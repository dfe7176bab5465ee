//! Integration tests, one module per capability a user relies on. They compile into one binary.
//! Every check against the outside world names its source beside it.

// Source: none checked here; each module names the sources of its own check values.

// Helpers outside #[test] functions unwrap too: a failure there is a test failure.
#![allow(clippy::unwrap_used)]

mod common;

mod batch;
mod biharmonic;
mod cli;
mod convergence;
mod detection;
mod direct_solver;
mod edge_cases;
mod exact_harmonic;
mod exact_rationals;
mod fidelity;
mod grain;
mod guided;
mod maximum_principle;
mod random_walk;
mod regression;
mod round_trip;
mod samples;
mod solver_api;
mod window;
---+---
* _What the exercise asks_
Scan the listing for the string "outside", then copy every line where it appears.

* _Response_
//! Every check against the outside world names its source beside it.
// Helpers outside #[test] functions unwrap too: a failure there is a test failure.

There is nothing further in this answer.